Шрифт:
Михеев предположил, что шестьдесят километров дороги до Гжели больше двух часов не займут. Поэтому позволил себе расслабиться и выехал из дома в десять. Но недооценил московских реалий. До Кольцевой с трудом пробился к двенадцати. И снова попал в пробку. На самом выезде перевернулась фура. Попытался дать назад. Но за ним уже скопилась вереница машин. Глеб выругался и заглушил двигатель. Накануне он долго изучал карту Московской области. Чтобы найти Егорьевское шоссе, надо было проехать километров пятнадцать по Рязанке, свернуть на стрелку, указывающую «аэропорт Быково», но, не доезжая до самого аэропорта, еще раз повернуть, переехать по эстакаде железнодорожные пути и только после этого попасть на нужную магистраль. Но перед тем как Михееву удалось все это проделать, он отстоял в пробке два с половиной часа. На Егорьевское выехал в начале четвертого. Здесь, к его удивлению, движения почти не наблюдалось. В этих краях Глеб раньше не бывал. Но прокатив километров тридцать, он скорее ощутил, чем увидел за окном пейзажи, напомнившие ему родную Вологодчину. Восточное Подмосковье имело глуховатый, северный привкус. Елки здесь зарастали мхами, болота острой колючей осокой, а деревеньки, чудом дожившие в своем первозданном убожестве до виртуального двадцать первого века, несли кровлю из дранки и резные почерневшие наличники в подслеповатых оконцах. Да и названия у них оказались жалобные, вроде деревни Хрипань или Кузяево… Из покосившихся бревенчатых изб тянулся к небу горьковатый дымок, и если встречались на дороге представители людского племени, то это были либо старые бабки, либо сильно захмелевшие мужички неопределенного возраста.
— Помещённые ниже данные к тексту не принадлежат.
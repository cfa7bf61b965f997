/**
 * The run record: the machine-readable account of one design run, written as
 * `run-record.json` in the design-run folder beside the report. It holds the
 * inputs as run (overrides marked, with the notebook's own text), the
 * fingerprints, every check with value, limits, margin and verdict, the cell
 * outcome, the tool version, the date, the source notebook and the list of
 * output files with their sizes and SHA-256 digests. Infinite values are
 * written as the strings "Infinity"/"-Infinity" (JSON has none).
 */
import { createHash } from "node:crypto";
import { dimensions, type Dimension } from "../quantity.js";
import type { CellFailure, CheckLine } from "./collect.js";

/** The layout of a design-run folder: fixed names, so tools and people find things without a listing. */
export const runFolderFiles = {
  report: "report.html",
  notebook: "notebook-as-run.ipynb",
  record: "run-record.json",
} as const;

export const runRecordKind = "pinchoff design run";
export const runRecordSchema = 1;

/** The SI unit of a dimension; an unknown one (a hand-edited notebook) is named as given. */
const siUnit = (dim: Dimension): string => (dimensions as Record<string, { unit: string } | undefined>)[dim]?.unit ?? String(dim);

type Num = number | "Infinity" | "-Infinity" | null;
const num = (v: number | null | undefined): Num => (typeof v !== "number" || Number.isNaN(v) ? null : v === Infinity ? "Infinity" : v === -Infinity ? "-Infinity" : v);

export interface RunRecordInput {
  readonly name: string;
  readonly text: string;
  readonly value: Num;
  readonly unit: string;
  readonly dimension: Dimension;
  readonly overridden: boolean;
  /** The notebook's own text, when the run replaced it. */
  readonly notebookText?: string;
}

export interface RunRecordCheck {
  readonly title: string;
  readonly passed: boolean;
  readonly value: Num;
  readonly min: Num;
  readonly max: Num;
  readonly margin: Num;
  readonly unit: string;
  readonly derivation: string;
  readonly cell: number;
}

export interface RunRecordOutput {
  readonly file: string;
  readonly bytes: number;
  readonly sha256: string;
}

export interface RunRecord {
  readonly kind: typeof runRecordKind;
  readonly schema: typeof runRecordSchema;
  readonly tool: string;
  readonly date: string;
  readonly source: { readonly path: string; readonly sha256: string };
  readonly fingerprints: { readonly inputs: string; readonly derivations: readonly { readonly title: string; readonly cell: number; readonly fingerprint: string }[] };
  readonly inputs: readonly RunRecordInput[];
  readonly checks: readonly RunRecordCheck[];
  readonly cells: { readonly failed: readonly { readonly cell: number; readonly status: string; readonly message: string }[]; readonly notRun: readonly number[] };
  readonly verdict: "pass" | "fail" | "incomplete";
  readonly exitCode: number;
  readonly outputs: readonly RunRecordOutput[];
}

export const digest = (content: string | Uint8Array): RunRecordOutput["sha256"] => createHash("sha256").update(content).digest("hex");

export interface RunRecordParts {
  readonly tool: string;
  readonly date: Date;
  readonly sourcePath: string;
  readonly sourceSha256: string;
  readonly inputsFingerprint: string;
  readonly derivations: readonly { readonly title: string; readonly cell: number; readonly fingerprint?: string }[];
  readonly inputs: readonly { readonly name: string; readonly text: string; readonly value: number; readonly dim: Dimension; readonly overridden: boolean; readonly original?: string }[];
  readonly checks: readonly CheckLine[];
  readonly failures: readonly CellFailure[];
  readonly skipped: readonly number[];
  /** The other files of the folder, already rendered. */
  readonly outputs: readonly { readonly file: string; readonly content: string }[];
}

/** Cells are numbered from 1 here, as the report and the terminal number them. */
export function buildRunRecord(p: RunRecordParts): RunRecord {
  const failed = p.checks.some((c) => !c.passed);
  const verdict = p.failures.length ? "incomplete" : failed ? "fail" : "pass";
  return {
    kind: runRecordKind,
    schema: runRecordSchema,
    tool: p.tool,
    date: p.date.toISOString(),
    source: { path: p.sourcePath, sha256: p.sourceSha256 },
    fingerprints: { inputs: p.inputsFingerprint, derivations: p.derivations.flatMap((d) => (d.fingerprint ? [{ title: d.title, cell: d.cell + 1, fingerprint: d.fingerprint }] : [])) },
    inputs: p.inputs.map((i) => ({ name: i.name, text: i.text, value: num(i.value), unit: siUnit(i.dim), dimension: i.dim, overridden: i.overridden, ...(i.overridden && i.original !== undefined ? { notebookText: i.original } : {}) })),
    checks: p.checks.map((c) => ({ title: c.title, passed: !!c.passed, value: num(c.value), min: num(c.min), max: num(c.max), margin: num(c.margin), unit: siUnit(c.dim), derivation: c.derivation, cell: c.cell + 1 })),
    cells: { failed: p.failures.map((f) => ({ cell: f.cell + 1, status: f.status, message: f.lines[0] ?? "" })), notRun: p.skipped.map((i) => i + 1) },
    verdict,
    exitCode: verdict === "pass" ? 0 : 1,
    outputs: p.outputs.map((o) => ({ file: o.file, bytes: Buffer.byteLength(o.content, "utf8"), sha256: digest(o.content) })),
  };
}

/** Is this text a run record (so a later run may replace it)? */
export function isRunRecord(text: string): boolean {
  try {
    return (JSON.parse(text) as { kind?: unknown }).kind === runRecordKind;
  } catch {
    return false;
  }
}
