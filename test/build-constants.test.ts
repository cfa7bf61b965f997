/**
 * Stage 3 of lib/setup/build.mjs: top-level `var` written back as `const` where the linked file
 * never assigns the name, and left alone wherever constness is not certain. Crafted files in a
 * temporary folder; the result must still parse and evaluate as before.
 */
import { mkdtempSync, readFileSync, writeFileSync } from "node:fs";
import { tmpdir } from "node:os";
import { join } from "node:path";
import { pathToFileURL } from "node:url";
import { describe, expect, it } from "vitest";
// @ts-expect-error: a plain-JavaScript build script without declarations
import { restoreConstants } from "../lib/setup/build.mjs";

const restore = restoreConstants as (file: string) => number;

function linked(source: string): { file: string; text: () => string } {
  const file = join(mkdtempSync(join(tmpdir(), "pinchoff-build-constants-")), "chunk.js");
  writeFileSync(file, source);
  return { file, text: () => readFileSync(file, "utf8") };
}

describe("restoreConstants (build stage 3)", () => {
  it("writes const back for never-assigned initialised top-level vars, one or several declarators", () => {
    const f = linked("var zone0 = -7;\nvar a = 1, b = a + 1;\nfunction f(y) { return y < zone0 ? a : b; }\nexport { f };\n");
    expect(restore(f.file)).toBe(2);
    expect(f.text()).toBe("const zone0 = -7;\nconst a = 1, b = a + 1;\nfunction f(y) { return y < zone0 ? a : b; }\nexport { f };\n");
  });

  it("keeps var for a name assigned anywhere (any scope, compound, ++, destructuring, for-of), a var without initialiser and a destructured declaration", () => {
    const source = [
      "var table;",
      "var hits = 0;",
      "var total = 0;",
      "var last = null;",
      "var pair = 1;",
      "var item = 0;",
      "var { x } = { x: 1 };",
      "var kept = 3;",
      "function use(v) { table ??= [v]; hits++; total += v; [pair] = [v]; for (item of [v]) ; return kept; }",
      "function inner() { let last = 1; last = 2; return last; }",
      "export { use, inner, x, table, hits, total, last, pair, item };",
      "",
    ].join("\n");
    const f = linked(source);
    expect(restore(f.file)).toBe(1);
    expect(f.text()).toBe(source.replace("var kept = 3;", "const kept = 3;"));
  });

  it("leaves a property write alone: the object binding stays const, and the module still evaluates", async () => {
    const f = linked("var state = { n: 0 };\nvar cells = new Float64Array(2);\nstate.n = 1;\ncells[0] = 2;\nexport const read = () => state.n + cells[0];\n");
    expect(restore(f.file)).toBe(2);
    const m = (await import(pathToFileURL(f.file).href)) as { read: () => number };
    expect(m.read()).toBe(3);
  });
});
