/**
 * Figures of a fit (lib/plot/fit.ts) on the open 180 nm measurements
 * (data/pdk180, GF180MCU 3.3 V NMOS W = 10 µm L = 1 µm, 25 °C): measured against
 * model on a log axis (transfer) and a linear one (output), residuals in %, and
 * the validity map whose bands agree with the fit's own errors. Also a fit that
 * runs out of iterations says so with the residual reached.
 */
import { describe, expect, it } from "vitest";
import { ConvergenceError } from "../lib/errors.js";
import { fitSweep } from "../lib/fit/fit.js";
import { ekvFit, squareLawFit } from "../lib/fit/models.js";
import { readMeasurements } from "../lib/measure/read.js";
import { select } from "../lib/measure/select.js";
import { fitFigures, validityColours } from "../lib/plot/fit.js";

const s = select(readMeasurements("data/pdk180/nfet_03v3_meas_id.csv"), { w: 10e-6, l: 1e-6, temp: 298.15 });

describe("fit figures", { timeout: 60_000 }, () => {
  const fit = fitSweep(ekvFit, s);
  const figs = fitFigures(fit, s);
  it("draws transfer curves on a log axis and output curves on a linear one, measured as markers and the model as lines", () => {
    expect(figs.map((f) => f.kind)).toEqual(["measured-against-model", "measured-against-model", "fit-residuals", "fit-residuals", "validity-map"]);
    const [transfer, output] = figs;
    expect(transfer!.figure.layout.yaxis.type).toBe("log");
    expect(output!.figure.layout.yaxis.type).toBeUndefined();
    expect(transfer!.figure.data.filter((t) => t.meta?.role === "measured")).toHaveLength(5); // five VBS at VDS = 0.05 V
    expect(output!.figure.data.filter((t) => t.meta?.role === "model")).toHaveLength(6); // six VGS
    for (const t of transfer!.figure.data) expect(Math.min(...t.y)).toBeGreaterThanOrEqual(1e-8);
  });
  it("puts every point above the floor at VBS = 0 in exactly one validity band, matching the fit's errors", () => {
    const map = figs[4]!.figure.data;
    expect(map.map((t) => t.marker?.color)).toEqual([validityColours.within5, validityColours.within10, validityColours.outside]);
    let expected = 0;
    let within5 = 0;
    for (let i = 0; i < s.id.length; i++) {
      const e = fit.accuracy.error[i]!;
      if (Number.isNaN(e) || s.vbs[i] !== 0) continue;
      expected++;
      if (Math.abs(e) <= 0.05) within5++;
    }
    expect(map.reduce((a, t) => a + t.x.length, 0)).toBe(expected);
    expect(map[0]!.x.length).toBe(within5);
  });
  it("plots residuals in percent, equal to the fit's relative errors", () => {
    const res = figs[3]!.figure.data[0]!;
    const curve = fit.accuracy.map.find((c) => c.kind === "output" && c.fixed.vbs === 0)!;
    const errs = curve.error.filter((e): e is number => e !== null);
    expect(res.y[0]).toBeCloseTo(100 * errs[0]!, 3);
  });
});

describe("a fit that does not converge", () => {
  it("throws ConvergenceError naming the device and the RMS reached", () => {
    const run = () => fitSweep(squareLawFit, s, { window: {}, maxIterations: 1 });
    expect(run).toThrow(ConvergenceError);
    expect(run).toThrow(/nfet_03v3_meas_id\.csv: square-law fit, nmos W=10 µm L=1 µm 25 °C: no convergence after 1 iterations; RMS residual reached [0-9.]+/);
  });
});
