describe("bad input", () => {
  it("refuses a gm/ID above the weak-inversion limit, naming the limit and the table", () => {
    expect(() => sizeByEfficiency(tables.nmos, { id: 1e-6, gmId: 45, l: 1e-6, vds: 1.2 }, proc)).toThrow(InputError);
    expect(() => sizeByEfficiency(tables.nmos, { id: 1e-6, gmId: 45, l: 1e-6, vds: 1.2 }, proc)).toThrow(/gm\/ID at most .* weak-inversion limit 1\/\(n·UT\) of nmos_3p3/);
  });

  it("refuses a current the device cannot carry within the process's W range, and a gm/ID beyond the supply", () => {
    expect(() => sizeByEfficiency(tables.nmos, { id: 0.5, gmId: 10, l: 5e-6, vds: 1.2 }, proc)).toThrow(InfeasibleError);
    expect(() => sizeByEfficiency(tables.nmos, { id: 0.5, gmId: 10, l: 5e-6, vds: 1.2 }, proc)).toThrow(/devices of the widest W \(0.0001 m\), above the 1000 allowed .* within the 3.3 V supply/);
    expect(() => sizeByEfficiency(tables.nmos, { id: 5e-3, gmId: 10, l: 5e-6, vds: 1.2, maxMultiplier: 4 }, proc)).toThrow(/above the 4 allowed/);
    expect(() => sizeByEfficiency(tables.nmos, { id: 1e-9, gmId: 5, l: 0.5e-6, vds: 1.2 }, proc)).toThrow(/W from 2.2e-7 m to 0.0001 m/);
    expect(() => sizeByEfficiency(tables.nmos, { id: 1e-3, gmId: 0.3, l: 1e-6, vds: 3.3 }, proc)).toThrow(InfeasibleError);
    expect(() => sizeByEfficiency(tables.nmos, { id: 1e-3, gmId: 0.3, l: 1e-6, vds: 3.3 }, proc)).toThrow(/beyond the table's supply range/);
    // A gm/ID whose VDsat exceeds VDS would leave the device in triode.
    expect(() => sizeByEfficiency(tables.nmos, { id: 1e-4, gmId: 2, l: 1e-6, vds: 0.3 }, proc)).toThrow(/would be in triode/);
  });

  it("refuses an L outside the process range or the table", () => {
    expect(() => sizeByEfficiency(tables.nmos, { id: 1e-5, gmId: 10, l: 0.1e-6, vds: 1.2 }, proc)).toThrow(/L from 2.8e-7 m to 0.00005 m/);
    expect(() => sizeByEfficiency(tables.nmos, { id: 1e-5, gmId: 10, l: 8e-6, vds: 1.2 }, proc)).toThrow(/the table's characterised lengths/);
    expect(() => sizeByEfficiency(tables.nmos, { id: 1e-5, gmId: 10, l: 1e-6, vds: 5 }, proc)).toThrow(/VDS from 0 to 3.3/);
  });

  it("refuses a process description whose library does not exist, and reports a missing section or device from ngspice", async () => {
    expect(() => checkProcess({ ...builtin, library: { file: "../data/pdk180/missing.ngspice", section: "typical" } }, builtinProcessFile())).toThrow(/library.file: got "..\/data\/pdk180\/missing.ngspice", expected an existing file/);
    expect(() => checkProcess({ ...builtin, version: 2 }, builtinProcessFile())).toThrow(InputError);
    expect(() => checkProcess({ ...builtin, extra: 1 }, builtinProcessFile())).toThrow(/extra/);
    expect(() => readProcess("/nonexistent/process.json")).toThrow(/cannot read the process description/);
    const small: SweepGrid = { l: [1e-6], vgs: [0, 1], vds: [1], vsb: [0] };
    const noSection = checkProcess({ ...builtin, library: { file: "../data/pdk180/sm141064.ngspice", section: "nosuch" } }, builtinProcessFile());
    await expect(characterize(noSection, { polarity: "nmos", grid: small, cache: false })).rejects.toThrow(/has no section "nosuch"/);
    const noDevice = checkProcess({ ...builtin, devices: { ...(builtin.devices as object), nmos: { model: "nmos_9v9", l: { min: 0.28e-6, max: 50e-6 }, w: { min: 0.22e-6, max: 100e-6 } } } }, builtinProcessFile());
    await expect(characterize(noDevice, { polarity: "nmos", grid: small, cache: false })).rejects.toThrow(SimulatorError);
    await expect(characterize(noDevice, { polarity: "nmos", grid: small, cache: false })).rejects.toThrow(/no device model for m0_0/);
  });
});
Михеев гнал за сотню. Встречных машин почти не попадалось, а те, что двигались в одном с Глебом направлении, он обгонял. Ближе к Гжели деревеньки пошли чаще, и сама Гжель явилась взору молодого сыщика, словно продолжение одной из них. Обсуждая поездку с Ерожиным, Глеб представлял себе это местечко совсем по-иному. Они оба предполагали, что известный на весь бывший Советский Союз, и даже Европу, фарфоровый завод окружает нечто вроде старинного городка с церквями и купеческими усадьбами. Но ничего подобного Михеев не увидел. Остановив своего «Жигуленка» возле придорожной столовой, путешественник выбрался из машины, с удовольствием разогнул спину и огляделся. На крыльце сидела бабка, перед ней ведро соленых огурцов и корзина с яблоками. На дверях самой столовой висел внушительный амбарный замок. Глеб подошел к бабке и, вынув из корзины яблоко покрупнее, спросил:
– Торгуешь?
– Какая торговля? Одни мудовые рыданья. – Пожаловалась старушка, внимательно осмотрев двухметровую высоту Глеба с ног до головы.
– Чего так? Покупателей нет?
– Где теперь покупатели? Дачники не едут. Зима. А наши алкаши или украдут яблочко, или так, рукавом бормотуху закусят…
– Просишь дорого?
– Бери пяток на десятку. Яблоки хорошие, крупные, антоновские. Любой первачок под них пойдет…
– Глеб извлек из бумажника десятку, отдал бабке и рассовал покупку по карманам:
– А гостиница у вас тут есть?
– Кажись, есть при заводе. Да, слыхала, на ремонте. – Ответила старушка, бережно заворачивая десятирублевку в платок: – А ты чего, в гости к кому? Иль в командировку?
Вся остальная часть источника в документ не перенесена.